“So the help I need here is how to communicate meaning behind what we do without that broad-scale scientific evidence. Because what we do HAS meaning. Thinking small DOES matter. The communication of what matters is what’s hard, for me.”
~ Chuck Pearson
I had planned to write a different paper. I had wanted to write a different paper, the one that will likely feed right into my dissertation. I even started writing it, but then I suddenly felt like a fraud, observing my co-researchers, imposing my judgement on them. By the second page I was writing a paper that I would be ashamed to share with them, one imagining that I alone had the answers to charting our path forward in the lenses of curriculum theory that I chose for them, imposed on them. So I stopped writing that paper. Trying to clear my head, I returned to a collaborative document that I’d opened with another group of people in the hopes of proposing a book chapter. What I found surprised me. Over six pages of thoughts from five different contributors across two different examples of “open spaces” in terms of time, space, and the people involved.
The first example was the use of a new social media platform called Mastodon. Although the best well-known analogous tool would be Twitter, Mastodon has a number of attributes that also set it apart: The software is open source, non-commercial, it uses a federated rather than single instance model, many early contributions to develop were made by the transgender community, its strong and clear policies are moderated and enforced by humans, it offers a range of post-level privacy settings, it allows posts of up to 500 characters, and it is relatively small having grown from 10,000 users in November 2016 to about one million users by July 2017.

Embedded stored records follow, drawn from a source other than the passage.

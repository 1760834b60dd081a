"""What mark a pulse left: amplitude, clipping, holds."""

from __future__ import annotations

from typing import Any

import numpy as np
import pytest
from numpy.typing import NDArray

from pulsemend.signal.find import usual_steps
from pulsemend.signal.pulse_kinds import (
    AFTER_S,
    BEFORE_S,
    Limits,
    PulseShape,
    clipped_samples,
    describe_pulse,
    held_before,
)
from support.pulse_streams import RAIL, PulseStream, pulse_stream

UNKNOWN = (np.full(31, -np.inf), np.full(31, np.inf))


def shapes(stream: PulseStream, *, with_range: bool = True) -> list[PulseShape]:
    """Describe every pulse of a stream, with the range of its numbers or without it."""
    x = stream.stored
    edges = (np.full(31, -RAIL - 1.0), np.full(31, float(RAIL))) if with_range else UNKNOWN
    limits = Limits(usual_steps([x[: round(stream.rate_hz)]]), *edges)
    before, after = (round(edge_s * stream.rate_hz) for edge_s in (BEFORE_S, AFTER_S))
    return [
        describe_pulse(x[at - before : at + after], before, stream.rate_hz, limits) for at in stream.onsets
    ]


@pytest.mark.parametrize("rate_hz", [1000.0, 5000.0, 25_000.0])
def test_kinds_are_told_apart(rate_hz: float) -> None:
    stream = pulse_stream(rate_hz, 12.0, 21)
    for kind, shape in zip(stream.kinds, shapes(stream), strict=True):
        assert (kind == "held") == (shape.held_s > 0.0)
        assert (kind in ("clipped", "slow")) == (shape.clipped_s > 0.0)
        assert (kind == "slow") == shape.is_slow
        if kind == "held":
            assert shape.held_s == pytest.approx(0.004, abs=2 / rate_hz)
        if kind == "slow":
            assert shape.clipped_s == pytest.approx(0.030, abs=2 / rate_hz)


def test_clipping_is_seen_without_a_known_range() -> None:
    stream = pulse_stream(5000.0, 12.0, 22)
    known = [shape.clipped_s > 0.0 for shape in shapes(stream)]
    assert [shape.clipped_s > 0.0 for shape in shapes(stream, with_range=False)] == known


def test_amplitude_is_the_median_deviation_over_the_channels() -> None:
    x = np.zeros((400, 3))
    x += [100.0, -50.0, 0.0]
    x[150:152] += [900.0, -300.0, 10.0]
    x[152:] += 4.0
    shape = describe_pulse(x, 150, 5000.0, Limits(np.ones(3), *(edge[:3] for edge in UNKNOWN)), 0.1)
    assert shape.amplitude == pytest.approx(30.0)


def test_runs_of_two_at_the_rail_are_clipped() -> None:
    """Facts T-1.8: runs of at least 2 samples at the range that the header gives."""
    x = np.zeros((40, 2))
    x[20:22, 0] = 100.0
    x[20, 1] = 100.0
    limits = Limits(np.ones(2), np.full(2, -100.0), np.full(2, 100.0))
    clipped = clipped_samples(x, 20, limits)
    assert np.argwhere(clipped).tolist() == [[0, 0], [1, 0]]


def test_a_smooth_top_is_not_clipped() -> None:
    t = np.arange(600) / 25_000.0
    x = np.round(2000.0 * np.exp(-0.5 * ((t - 0.012) / 0.003) ** 2))[:, None]
    top = x[:, 0] == x.max()
    assert top.sum() >= 3
    assert not clipped_samples(x, 100, Limits(np.ones(1), np.full(1, -np.inf), np.full(1, np.inf))).any()


def test_flat_by_coarse_resolution_is_not_held() -> None:
    rng = np.random.default_rng(1)
    walk = np.cumsum(rng.standard_normal((1000, 31)) * 0.25, axis=0)
    coarse: NDArray[Any] = np.round(walk[400:])
    assert held_before(coarse, 500, 5000.0) == 0
    coarse[480:500] = coarse[479]
    assert held_before(coarse, 500, 5000.0) == 21
    # The onset may be found up to two samples late.
    coarse[500:] += 500.0
    coarse[501] += 900.0
    assert held_before(coarse, 502, 5000.0) == 23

The second example was the Young Writers project, which started 11 years ago. “Its’ primary community is made up of teens who feel isolated (what teen doesn’t?)” (Geoff). In the first eight years, it only published work in a series of Vermont newspapers, radio broadcasts and websites. They then developed the site http://thevoice.youngwritersproject.org, a digital monthly publication that, for example, in April 2016 featured the work of a 16-year-old girl living in Sri Lanka. They have had nearly 40,000 users on the site who have responded to writing prompts and participated in special projects and online workshops.

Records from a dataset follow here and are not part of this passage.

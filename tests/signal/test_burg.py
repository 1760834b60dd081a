"""Autoregressive models: facts section 2.10."""

from __future__ import annotations

import numpy as np
import pytest
from hypothesis import given, settings
from hypothesis import strategies as st
from scipy.signal import lfilter

from pulsemend.signal.burg import burg, predict

ONE_TO_FIVE = [1.0, 2.0, 3.0, 4.0, 5.0]
SIX = [4.684, 7.247, 8.423, 8.650, 8.640, 8.392]


@pytest.mark.parametrize(
    ("x", "coefficients", "power"),
    [
        # facts T-2.23, exact fractions
        (ONE_TO_FIVE, [1, -20 / 21], 451 / 441),
        (ONE_TO_FIVE, [1, -315 / 169, 647 / 676], 39237 / 456976),
        # facts T-2.24: Orfanidis, Optimum Signal Processing (sample set a value from memory)
        (SIX, [1, -1.756860472467, 0.779344992821], 0.600312514273),
        (SIX, [1, -2.126517996210, 1.612655911345, -0.474318212279], None),
    ],
)
def test_worked_examples(x: list[float], coefficients: list[float], power: float | None) -> None:
    # A second channel must not disturb the first.
    two = np.column_stack([x, np.cos(np.arange(len(x)))])
    fitted, left = burg(two, len(coefficients) - 1)
    np.testing.assert_allclose(fitted[:, 0], coefficients, rtol=0, atol=1e-10)
    if power is not None:
        assert left[0] == pytest.approx(power, abs=1e-10)


@settings(max_examples=60, deadline=None)
@given(seed=st.integers(0, 10_000), n_samples=st.integers(3, 80), power=st.integers(-9, 3))
def test_reflections_stay_within_one(seed: int, n_samples: int, power: int) -> None:
    # facts T-2.25, seen from outside: the last coefficient of each order is its reflection, no root leaves
    # the unit circle and the power never rises.
    rng = np.random.default_rng(seed)
    x = np.cumsum(rng.standard_normal((n_samples, 1)), axis=0) * 10.0**power
    before = np.inf
    for order in range(min(n_samples, 12)):
        coefficients, left = burg(x, order)
        assert np.isfinite(coefficients).all()
        assert order == 0 or abs(coefficients[order, 0]) <= 1.0
        assert 0.0 <= left[0] <= before
        before = left[0]
        assert order == 0 or np.abs(np.roots(coefficients[:, 0])).max() <= 1.0 + 1e-6


def test_process_is_recovered() -> None:
    # facts T-2.26
    rng = np.random.default_rng(5)
    x = lfilter([1.0], [1.0, -1.7, 0.72], rng.standard_normal(20_000))[1000:, None]
    coefficients, power = burg(x, 2)
    np.testing.assert_allclose(coefficients[:, 0], [1.0, -1.7, 0.72], rtol=0, atol=0.02)
    assert power[0] == pytest.approx(1.0, abs=0.03)


@pytest.mark.parametrize(("order", "within"), [(20, 0.03), (100, 0.01)])
def test_two_sines_are_continued(order: int, within: float) -> None:
    # facts T-1.4
    assert _error_20_ms_ahead(order) < within


def test_too_low_an_order_fails_on_two_sines() -> None:
    # facts T-1.4, the negative control
    assert _error_20_ms_ahead(4) > 0.1


def test_silence_and_constants_give_no_numbers_that_are_none() -> None:
    x = np.column_stack([np.zeros(50), np.full(50, 1e-300), np.full(50, 3.0)])
    coefficients, power = burg(x, 10)
    assert np.isfinite(coefficients).all()
    assert np.isfinite(power).all()
    np.testing.assert_array_equal(predict(coefficients, x, 30)[:, 0], np.zeros(30))


def test_order_beyond_the_samples_is_refused() -> None:
    with pytest.raises(ValueError, match="order"):
        burg(np.ones((5, 1)), 5)


def _error_20_ms_ahead(order: int) -> float:
    rng = np.random.default_rng(2)
    t = np.arange(1020) / 1000.0
    clean = np.sin(2 * np.pi * 10 * t) + 0.5 * np.sin(2 * np.pi * 23 * t + 1.0)
    known = (clean + 1e-3 * rng.standard_normal(t.size))[:1000, None]
    coefficients, _ = burg(known, order)
    return float(np.abs(predict(coefficients, known, 20)[:, 0] - clean[1000:]).max())
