"""Amplitudes of decays on backgrounds whose covariance is known."""

from __future__ import annotations

import numpy as np
import pytest
from scipy.linalg import toeplitz

from pulsemend.signal.decay_amplitudes import (
    amplitude_weights,
    block_means,
    covariance_of,
    settled_amplitudes,
)

TIMES = np.arange(100) * 0.0008
SHAPE = 300.0 * np.exp(-TIMES / 0.02)
AUTOCOVARIANCE = 225.0 * np.exp(-np.arange(100) / 60.0)


def test_shape_and_offset_come_back_exactly() -> None:
    """Facts T-1.7: a step at the pulse is an offset of the side behind it and changes no amplitude."""
    for covariance in (None, covariance_of(AUTOCOVARIANCE)):
        weights, _ = amplitude_weights(SHAPE, covariance)
        stretches = np.array([1.0, 0.7, 2.0])[:, None] * SHAPE + np.array([0.0, 50.0, -4000.0])[:, None]
        np.testing.assert_allclose(stretches @ weights, [1.0, 0.7, 2.0], atol=1e-9)
        left = stretches - (stretches @ weights)[:, None] * SHAPE
        assert np.abs(left - left.mean(axis=1, keepdims=True)).max() < 1e-9


def test_white_weights_are_ordinary_least_squares() -> None:
    """Outside reference: numpy.linalg.lstsq."""
    x = np.random.default_rng(0).standard_normal((100, 5))
    design = np.stack([SHAPE, np.ones(100)], axis=1)
    weights, variance = amplitude_weights(SHAPE, None)
    np.testing.assert_allclose(weights @ x, np.linalg.lstsq(design, x, rcond=None)[0][0], rtol=1e-9)
    assert np.isnan(variance)


def test_variance_is_what_the_background_does_and_the_smallest_there_is() -> None:
    """Known truth: 4000 draws; Gauss-Markov: no unbiased linear weights do better."""
    factor = np.linalg.cholesky(toeplitz(AUTOCOVARIANCE))
    draws = np.random.default_rng(1).standard_normal((4000, 100)) @ factor.T
    weights, variance = amplitude_weights(SHAPE, covariance_of(AUTOCOVARIANCE))
    assert np.var(draws @ weights) == pytest.approx(variance, rel=0.08)
    ordinary, _ = amplitude_weights(SHAPE, None)
    assert np.var(draws @ ordinary) > 1.5 * variance


def test_covariance_is_positive_definite_whatever_is_measured() -> None:
    rng = np.random.default_rng(3)
    for autocovariance in (AUTOCOVARIANCE - 400.0, rng.standard_normal(100), np.zeros(100)):
        assert np.linalg.eigvalsh(covariance_of(autocovariance)).min() > 0.0
    # A constant in the autocovariance is the offset's, which every pulse has of its own.
    for a, b in ((AUTOCOVARIANCE, AUTOCOVARIANCE + 1000.0),):
        np.testing.assert_allclose(
            amplitude_weights(SHAPE, covariance_of(a))[0],
            amplitude_weights(SHAPE, covariance_of(b))[0],
            rtol=1e-6,
            atol=1e-12,
        )


def test_noise_is_not_taken_for_a_pulses_own_amplitude() -> None:
    rng = np.random.default_rng(5)
    noise_sd = 0.2
    for true_sd in (0.0, 0.2):
        true = 1.0 + true_sd * rng.standard_normal(2000)
        seen = true + noise_sd * rng.standard_normal(2000)
        settled, spread = settled_amplitudes(seen, np.full(2000, noise_sd**2))
        best = true_sd**2 * noise_sd**2 / max(true_sd**2 + noise_sd**2, 1e-12)
        assert np.mean((settled - true) ** 2) < 1.1 * best + 0.002
        # The noise's variance of 0.04 is known to 5 % from a robust estimate of 2000.
        assert abs(spread**2 - true_sd**2) < 0.006


def test_a_misfire_keeps_its_own_amplitude() -> None:
    rng = np.random.default_rng(6)
    seen = 1.0 + 0.05 * rng.standard_normal(100)
    seen[17] = 0.01
    settled, _ = settled_amplitudes(seen, np.full(100, 0.05**2))
    assert settled[17] == pytest.approx(0.01, abs=0.02)
    assert np.abs(np.delete(settled, 17) - 1.0).max() < 0.12


def test_pulses_that_tell_nothing_are_as_large_as_the_median() -> None:
    seen = np.array([1.2, np.nan, 0.8, 1.0, 5.0])
    settled, _ = settled_amplitudes(seen, np.array([1e-6, 1e-6, 1e-6, 1e-6, np.nan]))
    assert settled[1] == settled[4] == 1.0
    np.testing.assert_allclose(settled[[0, 2, 3]], [1.2, 0.8, 1.0], atol=1e-3)
    two, spread = settled_amplitudes(np.array([3.0, 0.1]), np.full(2, 1e-9))
    assert two.tolist() == [1.0, 1.0]
    assert spread == 0.0


def test_block_means_drop_what_is_left_over() -> None:
    np.testing.assert_array_equal(block_means(np.arange(11.0), 5), [2.0, 7.0])
    assert block_means(np.ones((7, 3)), 2).shape == (3, 3)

Despite their differences, the themes shared were remarkably similar: the importance of building relationships and developing a sense of responsibility for the space, the need to take steps to protect users, the desire for a space to take creative and empathetic risks, the benefits of increased inclusion while acknowledging diverse groups “who are missing,” the empowerment that comes from thinking at a small or human scale, and the value of recognizing that something of value is happening without necessarily being able to name it.

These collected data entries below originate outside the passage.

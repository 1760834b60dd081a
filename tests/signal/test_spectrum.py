"""Spectra against known truth and against scipy's own Welch estimate."""

from __future__ import annotations

import numpy as np
import pytest
import scipy.signal

from pulsemend.signal.spectrum import WelchSum, choose_size, segment_starts


def spectrum_of(x: np.ndarray, size: int, rate_hz: float, highest_hz: float = np.inf) -> WelchSum:
    total = WelchSum(size, rate_hz, highest_hz)
    for start in segment_starts(0, len(x), size):
        total.add(x[start : start + size])
    return total


@pytest.mark.parametrize(("size", "rate_hz"), [(500, 250.0), (501, 1000.0), (2048, 5000.0)])
def test_agrees_with_scipy(size: int, rate_hz: float) -> None:
    """scipy.signal.welch with its usual raised cosine and half overlap."""
    x = np.random.default_rng(3).standard_normal((20 * size + 77, 11)) + np.arange(11) * 1e3
    ours = spectrum_of(x, size, rate_hz)
    frequency_hz, theirs = scipy.signal.welch(x, rate_hz, nperseg=size, noverlap=size // 2, axis=0)
    np.testing.assert_allclose(ours.frequency_hz, frequency_hz, rtol=1e-13)
    np.testing.assert_allclose(ours.density(), theirs.T, rtol=1e-9, atol=1e-18)


def test_white_noise_has_the_density_of_its_variance() -> None:
    """Variance s^2 spread over 0 to half the rate: s^2 / (rate / 2). 600 segments: 2 % is 5 deviations."""
    rate_hz, spread = 400.0, 3.0
    x = spread * np.random.default_rng(5).standard_normal((300 * 800, 2))
    total = spectrum_of(x, 800, rate_hz)
    middle = total.density()[:, 5:-5].mean(axis=1)
    np.testing.assert_allclose(middle, spread**2 / (rate_hz / 2), rtol=0.02)


def test_a_sine_keeps_its_power_and_its_frequency() -> None:
    rate_hz, size = 1000.0, 2000
    t = np.arange(20_000) / rate_hz
    total = spectrum_of((2.0 * np.sin(2 * np.pi * 10 * t))[:, None], size, rate_hz)
    density = total.density()[0]
    assert total.frequency_hz[np.argmax(density)] == 10.0
    # A sine of amplitude 2 has power 2; integrated over frequency nothing of it is lost.
    assert density.sum() * rate_hz / size == pytest.approx(2.0, rel=1e-9)


def test_frequencies_above_the_highest_are_left_out() -> None:
    x = np.random.default_rng(1).standard_normal((4000, 3))
    whole, part = spectrum_of(x, 1000, 1000.0), spectrum_of(x, 1000, 1000.0, 120.0)
    assert part.frequency_hz[-1] == 120.0
    np.testing.assert_array_equal(part.density(), whole.density()[:, :121])


def test_an_offset_changes_nothing() -> None:
    x = np.random.default_rng(2).standard_normal((1000, 1))
    assert spectrum_of(x + 1e6, 500, 500.0).density() == pytest.approx(
        spectrum_of(x, 500, 500.0).density(), rel=1e-6
    )


def test_refuses_what_is_no_segment() -> None:
    with pytest.raises(ValueError, match="two samples"):
        WelchSum(1, 100.0)
    total = WelchSum(10, 100.0)
    with pytest.raises(ValueError, match="no segment"):
        total.density()
    with pytest.raises(ValueError, match="received 9"):
        total.add(np.zeros((9, 2)))


@pytest.mark.parametrize(
    ("lengths", "expected"),
    [
        ([10_000], 2000),
        ([3000], 1000),
        ([2000], 1000),
        ([1900] * 5, 1000),
        ([2400] * 5, 2000),
        ([600], 250),
        ([300], 250),
        ([249, 100], None),
        ([], None),
        ([2000] * 3 + [900] * 20, 500),
    ],
)
def test_the_finest_size_that_uses_most_of_the_signal(lengths: list[int], expected: int | None) -> None:
    assert choose_size(lengths, (2000, 1000, 500, 250)) == expected


def test_segments_overlap_by_half_and_stay_inside() -> None:
    assert list(segment_starts(100, 200, 40)) == [100, 120, 140, 160]
    assert list(segment_starts(0, 12, 5)) == [0, 3, 6]
    assert list(segment_starts(0, 39, 40)) == []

That brings us to an interesting starting point, the point where we know (or think we know) something of value is happening and that the communication of what exactly “it” is is hard. There is a part of me that wants to walk away simply knowing good work is going on and that lives are changing, that part of me that fears that shining too bright a light can change the things that are quietly working just fine on their own. Yet another part of me is increasingly seeing the importance of noticing and curating and sharing the tiny glimpses of hope and goodness; not bringing these practices into the light and exploring them thoroughly and thoughtfully is an act of silence that ensures further entrenchment of the status quo.